- Activity -
In the lines below, the string "same" may appear; say how many lines hold it and give nothing more.

==== Data to examine ====

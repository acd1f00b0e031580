package beam

import (
	"cmp"
	"fmt"
	"math"
	"slices"

	"soffit.example/beam/mechanics"
	"soffit.example/units"
)

// Geometry is what a section measures, worked out once. Lengths across are
// from the left end of the whole section.
type Geometry struct {
	Parts []mechanics.Part // from the top face down, net of hollows

	Gross     units.Area   // of the concrete, net of hollows
	Enclosed  units.Area   // inside the outside perimeter, hollows included
	Perimeter units.Length // outside
	Form      units.Length // of the perimeter, what is not the top face

	Web     units.Length // least width of concrete at any level, net of hollows
	WebLeft units.Length // from the left end to the strip of Section.Width
	Overall units.Length // between the ends
	// OverhangThickness is how thick the outline is just outside the left and
	// the right side of the strip; zero where nothing is there.
	OverhangThickness [2]units.Length
	TopWidth          units.Length // of the faces
	BottomWidth       units.Length

	// Of a section with hollows: the least concrete between a hollow and the
	// outside of the strip in which the stirrups stand.
	Hollow                        bool
	Hollows                       [][2]units.Length // their left and right ends, from the left side of the strip
	SideWall, TopWall, BottomWall units.Length
}

// FaceWidth is the width of the top or bottom face.
func (g *Geometry) FaceWidth(f Face) units.Length {
	if f == Top {
		return g.TopWidth
	}
	return g.BottomWidth
}

// GeometryOf measures a section whose flange is resolved. Of a polygon it also
// gives the section its Width and Depth. Faults have paths under /section.
func GeometryOf(s *Section) (Geometry, []Fault) {
	s.spread()
	if s.Shape == Polygon {
		return s.polygon()
	}
	return s.flanged(), nil
}

// flanged measures a rectangle, with the flange if it has one.
func (s *Section) flanged() Geometry {
	left, right := s.Overhangs(s.Flange())
	over := left.Add(right)
	g := Geometry{
		Gross: s.Width.MulLength(s.Depth), Web: s.Width, WebLeft: left, Overall: s.Width.Add(over),
		Perimeter: s.Width.Add(s.Depth).Add(over).Scale(2),
		TopWidth:  s.Width, BottomWidth: s.Width,
	}
	t := s.FlangeThickness
	for i, o := range [2]units.Length{left, right} {
		if !o.IsZero() {
			g.OverhangThickness[i] = t
		}
	}
	switch {
	case s.Flange() == 0 || over.IsZero():
		g.Parts = mechanics.Rectangle(s.Width, s.Depth)
	case s.Flange() == Top:
		g.Parts, g.TopWidth = mechanics.Tee(g.Overall, t, s.Width, s.Depth), g.Overall
	default:
		g.Parts, g.BottomWidth = mechanics.InvertedTee(g.Overall, t, s.Width, s.Depth), g.Overall
	}
	if !over.IsZero() {
		g.Gross = g.Gross.Add(over.MulLength(t))
	}
	g.Enclosed = g.Gross
	g.Form = g.Perimeter.Sub(g.TopWidth)
	return g
}

// mostCorners bounds the outline of a polygon.
const mostCorners = 200

// corner is a point in metres.
type corner struct{ x, y float64 }

// ring is a closed line of corners, counter-clockwise.
type ring []corner

func ringOf(points []Point) ring {
	r := make(ring, len(points))
	for i, p := range points {
		r[i] = corner{p.X.In(units.Metre), p.Y.In(units.Metre)}
	}
	if r.area() < 0 {
		slices.Reverse(r)
	}
	return r
}

// area is positive counter-clockwise.
func (r ring) area() (sum float64) {
	for i, a := range r {
		b := r[(i+1)%len(r)]
		sum += a.x*b.y - b.x*a.y
	}
	return sum / 2
}

func (r ring) perimeter() (sum float64) {
	for i, a := range r {
		b := r[(i+1)%len(r)]
		sum += math.Hypot(b.x-a.x, b.y-a.y)
	}
	return sum
}

// crosses reports whether two of the edges of the rings meet, but for
// neighbours in their common corner.
func crosses(a, b ring) bool {
	same := &a[0] == &b[0]
	for i := range a {
		for j := range b {
			if same && (j == i || j == (i+1)%len(a) || i == (j+1)%len(a)) {
				continue
			}
			if segmentsMeet(a[i], a[(i+1)%len(a)], b[j], b[(j+1)%len(b)]) {
				return true
			}
		}
	}
	return false
}

// side is on which side of the line from a to b a point lies.
func side(a, b, p corner) float64 { return (b.x-a.x)*(p.y-a.y) - (b.y-a.y)*(p.x-a.x) }

func segmentsMeet(a, b, c, d corner) bool {
	s1, s2, s3, s4 := side(a, b, c), side(a, b, d), side(c, d, a), side(c, d, b)
	if s1*s2 < 0 && s3*s4 < 0 {
		return true
	}
	on := func(p, q, r corner, s float64) bool { // r on the segment from p to q
		return s == 0 && min(p.x, q.x) <= r.x && r.x <= max(p.x, q.x) && min(p.y, q.y) <= r.y && r.y <= max(p.y, q.y)
	}
	return on(a, b, c, s1) || on(a, b, d, s2) || on(c, d, a, s3) || on(c, d, b, s4)
}

// chord is where the ring is cut at a level strictly between its corners'
// levels, from left to right, with the edges that are cut.
type cut struct {
	x    float64
	edge int
}

func (r ring) cuts(y float64) []cut {
	var out []cut
	for i, a := range r {
		b := r[(i+1)%len(r)]
		if (a.y < y) != (b.y < y) {
			out = append(out, cut{a.x + (b.x-a.x)*(y-a.y)/(b.y-a.y), i})
		}
	}
	slices.SortFunc(out, func(a, b cut) int { return cmp.Compare(a.x, b.x) })
	return out
}

// at is the x of an edge of the ring at a level.
func (r ring) at(edge int, y float64) float64 {
	a, b := r[edge], r[(edge+1)%len(r)]
	return a.x + (b.x-a.x)*(y-a.y)/(b.y-a.y)
}

// width is the length of the ring's inside at a level, by the edges that are
// cut at mid, a level next to it.
func (r ring) width(mid, y float64) (sum float64) {
	for i, c := range r.cuts(mid) {
		x := r.at(c.edge, y)
		if i%2 == 0 {
			x = -x
		}
		sum += x
	}
	return sum
}

func (r ring) holds(p corner) bool {
	inside := false
	for _, c := range r.cuts(p.y) {
		if c.x < p.x {
			inside = !inside
		}
	}
	return inside
}

func (r ring) levels(dst []float64) []float64 {
	for _, c := range r {
		dst = append(dst, c.y)
	}
	return dst
}

// polygon measures an outline, and sets the section's width and depth.
func (s *Section) polygon() (g Geometry, faults []Fault) {
	fault := func(path, allowed, format string, args ...any) {
		faults = append(faults, Fault{Path: "/section/" + path, Detail: fmt.Sprintf(format, args...), Allowed: allowed})
	}
	corners := func(path string, points []Point) bool {
		if n := len(points); n < 3 || n > mostCorners {
			fault(path, fmt.Sprintf("3 to %d", mostCorners), "%d corners given", n)
			return false
		}
		for i, p := range points {
			if !(math.Abs(p.X.In(units.Metre)) <= mostCoordinate && math.Abs(p.Y.In(units.Metre)) <= mostCoordinate) {
				fault(fmt.Sprintf("%s/%d", path, i), "-100 m to 100 m", "a corner is at %s, %s", p.X, p.Y)
				return false
			}
		}
		return true
	}
	if !corners("outline", s.Outline) {
		return g, faults
	}
	outer := ringOf(s.Outline)
	if outer.area() < leastArea || crosses(outer, outer) {
		fault("outline", "a line that does not cross or touch itself", "the corners do not enclose an area in one piece")
		return g, faults
	}
	voids := make([]ring, 0, len(s.Voids))
	for i, points := range s.Voids {
		path := fmt.Sprintf("voids/%d", i)
		if !corners(path, points) {
			return g, faults
		}
		v := ringOf(points)
		sound := v.area() >= leastArea && !crosses(v, v) && !crosses(v, outer) && outer.holds(v[0])
		for _, other := range voids {
			sound = sound && !crosses(v, other) && !other.holds(v[0]) && !v.holds(other[0])
		}
		if !sound {
			fault(path, "inside the outline, clear of it and of the other voids", "a void is no hollow of the section")
			return g, faults
		}
		voids = append(voids, v)
	}
	levels := outer.levels(nil)
	for _, v := range voids {
		levels = v.levels(levels)
	}
	slices.Sort(levels)
	slices.Reverse(levels)
	top, bottom := levels[0], levels[len(levels)-1]
	levels = slices.CompactFunc(levels, func(a, b float64) bool { return math.Abs(a-b) <= 1e-9*(top-bottom) })
	levels[len(levels)-1] = bottom

	left, right := math.Inf(-1), math.Inf(1) // of the strip
	least := math.Inf(1)
	for i := 1; i < len(levels); i++ {
		high, low := levels[i-1], levels[i]
		mid := (high + low) / 2
		across := outer.cuts(mid)
		if len(across) != 2 {
			fault("outline", "an outline that every level cuts in one piece", "the section falls apart at a level")
			return Geometry{}, faults
		}
		p := mechanics.Part{Top: units.Metre.Of(top - high), Bottom: units.Metre.Of(top - low)}
		widths := [2]float64{outer.width(mid, high), outer.width(mid, low)}
		for _, v := range voids {
			if len(v.cuts(mid)) > 0 {
				widths[0] -= v.width(mid, high)
				widths[1] -= v.width(mid, low)
			}
		}
		for k, y := range [2]float64{high, low} {
			left, right = max(left, outer.at(across[0].edge, y)), min(right, outer.at(across[1].edge, y))
			least = min(least, widths[k])
			if widths[k] < leastWidth {
				fault("outline", "at least "+units.Metre.Of(leastWidth).String()+" of concrete at every level", "the section is %s wide at a level", units.Metre.Of(max(0, widths[k])))
				return Geometry{}, faults
			}
		}
		p.Width, p.BottomWidth = units.Metre.Of(widths[0]), units.Metre.Of(widths[1])
		g.Parts = append(g.Parts, p)
	}
	if right-left < leastWidth {
		fault("outline", "a strip that runs through from top to bottom", "no upright strip lies inside the outline over the whole depth, so that no stirrup can stand in it")
		return Geometry{}, faults
	}
	ends := [2]float64{math.Inf(1), math.Inf(-1)}
	for _, c := range outer {
		ends[0], ends[1] = min(ends[0], c.x), max(ends[1], c.x)
	}
	area := outer.area()
	g.Enclosed, g.Perimeter = units.SquareMetre.Of(area), units.Metre.Of(outer.perimeter())
	for _, v := range voids {
		area -= v.area()
		g.wall(v, left, right, top, bottom)
	}
	g.Gross = units.SquareMetre.Of(area)
	g.TopWidth, g.BottomWidth = g.Parts[0].Width, g.Parts[len(g.Parts)-1].BottomWidth
	g.Form = g.Perimeter.Sub(g.TopWidth)
	g.Web = units.Metre.Of(min(least, right-left))
	slip := 1e-6 * (right - left)
	for i, x := range [2]float64{left - slip, right + slip} {
		g.OverhangThickness[i] = units.Metre.Of(outer.turned().width(x, x))
	}
	g.WebLeft, g.Overall = units.Metre.Of(left-ends[0]), units.Metre.Of(ends[1]-ends[0])
	s.Width, s.Depth = units.Metre.Of(right-left), units.Metre.Of(top-bottom)
	return g, nil
}

// turned is the ring with its axes exchanged.
func (r ring) turned() ring {
	t := make(ring, len(r))
	for i, c := range r {
		t[i] = corner{c.y, c.x}
	}
	return t
}

// Clipped is the area inside the outside perimeter, and that perimeter, of a
// polygon whose overhangs beyond the strip of its Width are cut off at given
// widths. Its Width and Depth are those that GeometryOf found.
func (s *Section) Clipped(g *Geometry, left, right units.Length) (units.Area, units.Length) {
	from, sum := math.Inf(1), 0.0
	s.eachEdge(func(a, b corner) {
		from = min(from, a.x)
		sum += a.x*b.y - b.x*a.y
	})
	low := from + g.WebLeft.Sub(left).In(units.Metre)
	high := from + g.WebLeft.Add(s.Width).Add(right).In(units.Metre)
	// Counter-clockwise the area is the integral of x over y, with x held
	// between both cuts; and along a cut lies the height of what goes on beyond.
	area, perimeter, turn := 0.0, 0.0, math.Copysign(1, sum)
	s.eachEdge(func(a, b corner) {
		places := [4]float64{0, 1, 1, 1}
		n := 1
		for _, x := range [2]float64{low, high} {
			if (a.x < x) != (b.x < x) {
				places[n] = (x - a.x) / (b.x - a.x)
				n++
			}
		}
		if places[2] < places[1] && n == 3 {
			places[1], places[2] = places[2], places[1]
		}
		for k := range n {
			x := a.x + (b.x-a.x)*(places[k]+places[k+1])/2
			rise := turn * (b.y - a.y) * (places[k+1] - places[k])
			area += min(max(x, low), high) * rise
			switch {
			case x < low:
				perimeter -= rise
			case x > high:
				perimeter += rise
			default:
				perimeter += math.Hypot(b.x-a.x, b.y-a.y) * (places[k+1] - places[k])
			}
		}
	})
	return units.SquareMetre.Of(area), units.Metre.Of(perimeter)
}

// eachEdge visits the edges of a polygon's outline, in metres.
func (s *Section) eachEdge(visit func(a, b corner)) {
	at := func(p Point) corner { return corner{p.X.In(units.Metre), p.Y.In(units.Metre)} }
	for i, p := range s.Outline {
		visit(at(p), at(s.Outline[(i+1)%len(s.Outline)]))
	}
}

const (
	mostCoordinate = 100.0 // m
	leastArea      = 1e-4  // m2
	leastWidth     = 0.01  // m
)

// wall takes a hollow into account for the thickness of the walls about it.
func (g *Geometry) wall(v ring, left, right, top, bottom float64) {
	side, up, down := math.Inf(1), math.Inf(1), math.Inf(1)
	from, to := math.Inf(1), math.Inf(-1)
	for _, c := range v {
		from, to = min(from, c.x-left), max(to, c.x-left)
		side = min(side, c.x-left, right-c.x)
		up, down = min(up, top-c.y), min(down, c.y-bottom)
	}
	take := func(to *units.Length, thickness float64) {
		if t := units.Metre.Of(max(0, thickness)); !g.Hollow || t.Less(*to) {
			*to = t
		}
	}
	take(&g.SideWall, side)
	take(&g.TopWall, up)
	take(&g.BottomWall, down)
	g.Hollow = true
	g.Hollows = append(g.Hollows, [2]units.Length{units.Metre.Of(from), units.Metre.Of(to)})
}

====

- Exercise output -
2